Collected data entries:
● ● ● ●

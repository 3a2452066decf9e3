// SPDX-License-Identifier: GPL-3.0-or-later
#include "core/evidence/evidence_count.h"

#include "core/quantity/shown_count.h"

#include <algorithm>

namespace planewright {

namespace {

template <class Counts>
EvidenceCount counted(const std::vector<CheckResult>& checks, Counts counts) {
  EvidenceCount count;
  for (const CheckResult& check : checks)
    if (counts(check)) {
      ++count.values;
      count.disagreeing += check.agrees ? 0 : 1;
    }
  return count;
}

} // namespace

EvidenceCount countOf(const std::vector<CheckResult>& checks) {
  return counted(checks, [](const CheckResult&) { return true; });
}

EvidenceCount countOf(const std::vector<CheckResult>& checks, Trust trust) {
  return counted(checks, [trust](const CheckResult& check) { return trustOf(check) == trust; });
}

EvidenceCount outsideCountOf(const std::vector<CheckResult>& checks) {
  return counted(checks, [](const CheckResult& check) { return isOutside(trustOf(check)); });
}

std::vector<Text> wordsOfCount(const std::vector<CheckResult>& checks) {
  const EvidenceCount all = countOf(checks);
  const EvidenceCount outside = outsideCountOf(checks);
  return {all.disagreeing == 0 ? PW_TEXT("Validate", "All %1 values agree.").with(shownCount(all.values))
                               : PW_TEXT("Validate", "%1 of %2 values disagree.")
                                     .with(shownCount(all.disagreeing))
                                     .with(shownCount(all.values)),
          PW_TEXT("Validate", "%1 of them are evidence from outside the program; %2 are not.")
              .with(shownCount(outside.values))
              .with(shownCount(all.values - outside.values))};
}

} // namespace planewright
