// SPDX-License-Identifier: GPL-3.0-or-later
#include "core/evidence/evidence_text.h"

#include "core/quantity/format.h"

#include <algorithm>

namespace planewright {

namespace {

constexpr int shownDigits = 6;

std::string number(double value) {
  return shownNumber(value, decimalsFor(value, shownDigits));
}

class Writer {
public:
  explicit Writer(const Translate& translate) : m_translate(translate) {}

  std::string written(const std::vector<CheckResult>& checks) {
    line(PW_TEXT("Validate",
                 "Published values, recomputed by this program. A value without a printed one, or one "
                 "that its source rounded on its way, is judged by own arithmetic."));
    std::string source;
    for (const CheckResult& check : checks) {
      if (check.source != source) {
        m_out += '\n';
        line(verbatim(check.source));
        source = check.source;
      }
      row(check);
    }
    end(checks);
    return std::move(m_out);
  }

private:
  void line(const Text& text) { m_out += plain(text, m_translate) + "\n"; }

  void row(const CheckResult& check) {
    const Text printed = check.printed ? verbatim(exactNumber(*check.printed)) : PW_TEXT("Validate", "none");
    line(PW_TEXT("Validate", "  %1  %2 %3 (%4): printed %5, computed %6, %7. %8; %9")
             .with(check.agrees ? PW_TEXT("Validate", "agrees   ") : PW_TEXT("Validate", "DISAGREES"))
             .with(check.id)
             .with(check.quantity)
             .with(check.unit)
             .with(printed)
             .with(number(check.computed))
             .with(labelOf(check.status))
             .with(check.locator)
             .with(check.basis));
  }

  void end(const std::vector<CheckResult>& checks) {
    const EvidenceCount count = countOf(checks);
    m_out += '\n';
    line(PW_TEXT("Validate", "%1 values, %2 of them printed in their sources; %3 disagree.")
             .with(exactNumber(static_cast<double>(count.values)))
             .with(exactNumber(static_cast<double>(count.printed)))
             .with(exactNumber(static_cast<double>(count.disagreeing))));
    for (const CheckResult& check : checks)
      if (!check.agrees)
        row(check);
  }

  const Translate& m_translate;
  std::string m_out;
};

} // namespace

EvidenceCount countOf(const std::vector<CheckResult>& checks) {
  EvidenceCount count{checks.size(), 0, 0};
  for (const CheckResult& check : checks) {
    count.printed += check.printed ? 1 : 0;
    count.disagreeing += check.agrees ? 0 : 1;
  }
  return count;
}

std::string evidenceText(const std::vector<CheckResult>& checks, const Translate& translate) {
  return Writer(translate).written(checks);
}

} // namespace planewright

● ● ● ●

Assigned task: Every entry above should be transcribed exactly as it appears.

Exercise result:
repository 3a2452066decf9e3
// SPDX-License-Identifier: GPL-3.0-or-later
#include "core/evidence/evidence_count.h"

#include "core/quantity/shown_count.h"

#include <algorithm>

namespace planewright {

namespace {

template <class Counts>
EvidenceCount counted(const std::vector<CheckResult>& checks, Counts counts) {
  EvidenceCount count;
  for (const CheckResult& check : checks)
    if (counts(check)) {
      ++count.values;
      count.disagreeing += check.agrees ? 0 : 1;
    }
  return count;
}

} // namespace

EvidenceCount countOf(const std::vector<CheckResult>& checks) {
  return counted(checks, [](const CheckResult&) { return true; });
}

EvidenceCount countOf(const std::vector<CheckResult>& checks, Trust trust) {
  return counted(checks, [trust](const CheckResult& check) { return trustOf(check) == trust; });
}

EvidenceCount outsideCountOf(const std::vector<CheckResult>& checks) {
  return counted(checks, [](const CheckResult& check) { return isOutside(trustOf(check)); });
}

std::vector<Text> wordsOfCount(const std::vector<CheckResult>& checks) {
  const EvidenceCount all = countOf(checks);
  const EvidenceCount outside = outsideCountOf(checks);
  return {all.disagreeing == 0 ? PW_TEXT("Validate", "All %1 values agree.").with(shownCount(all.values))
                               : PW_TEXT("Validate", "%1 of %2 values disagree.")
                                     .with(shownCount(all.disagreeing))
                                     .with(shownCount(all.values)),
          PW_TEXT("Validate", "%1 of them are evidence from outside the program; %2 are not.")
              .with(shownCount(outside.values))
              .with(shownCount(all.values - outside.values))};
}

} // namespace planewright
// SPDX-License-Identifier: GPL-3.0-or-later
#include "core/evidence/evidence_text.h"

#include "core/quantity/format.h"

#include <algorithm>

namespace planewright {

namespace {

constexpr int shownDigits = 6;

std::string number(double value) {
  return shownNumber(value, decimalsFor(value, shownDigits));
}

class Writer {
public:
  explicit Writer(const Translate& translate) : m_translate(translate) {}

  std::string written(const std::vector<CheckResult>& checks) {
    line(PW_TEXT("Validate",
                 "Published values, recomputed by this program. A value without a printed one, or one "
                 "that its source rounded on its way, is judged by own arithmetic."));
    std::string source;
    for (const CheckResult& check : checks) {
      if (check.source != source) {
        m_out += '\n';
        line(verbatim(check.source));
        source = check.source;
      }
      row(check);
    }
    end(checks);
    return std::move(m_out);
  }

private:
  void line(const Text& text) { m_out += plain(text, m_translate) + "\n"; }

  void row(const CheckResult& check) {
    const Text printed = check.printed ? verbatim(exactNumber(*check.printed)) : PW_TEXT("Validate", "none");
    line(PW_TEXT("Validate", "  %1  %2 %3 (%4): printed %5, computed %6, %7. %8; %9")
             .with(check.agrees ? PW_TEXT("Validate", "agrees   ") : PW_TEXT("Validate", "DISAGREES"))
             .with(check.id)
             .with(check.quantity)
             .with(check.unit)
             .with(printed)
             .with(number(check.computed))
             .with(labelOf(check.status))
             .with(check.locator)
             .with(check.basis));
  }

  void end(const std::vector<CheckResult>& checks) {
    const EvidenceCount count = countOf(checks);
    m_out += '\n';
    line(PW_TEXT("Validate", "%1 values, %2 of them printed in their sources; %3 disagree.")
             .with(exactNumber(static_cast<double>(count.values)))
             .with(exactNumber(static_cast<double>(count.printed)))
             .with(exactNumber(static_cast<double>(count.disagreeing))));
    for (const CheckResult& check : checks)
      if (!check.agrees)
        row(check);
  }

  const Translate& m_translate;
  std::string m_out;
};

} // namespace

EvidenceCount countOf(const std::vector<CheckResult>& checks) {
  EvidenceCount count{checks.size(), 0, 0};
  for (const CheckResult& check : checks) {
    count.printed += check.printed ? 1 : 0;
    count.disagreeing += check.agrees ? 0 : 1;
  }
  return count;
}

std::string evidenceText(const std::vector<CheckResult>& checks, const Translate& translate) {
  return Writer(translate).written(checks);
}

} // namespace planewright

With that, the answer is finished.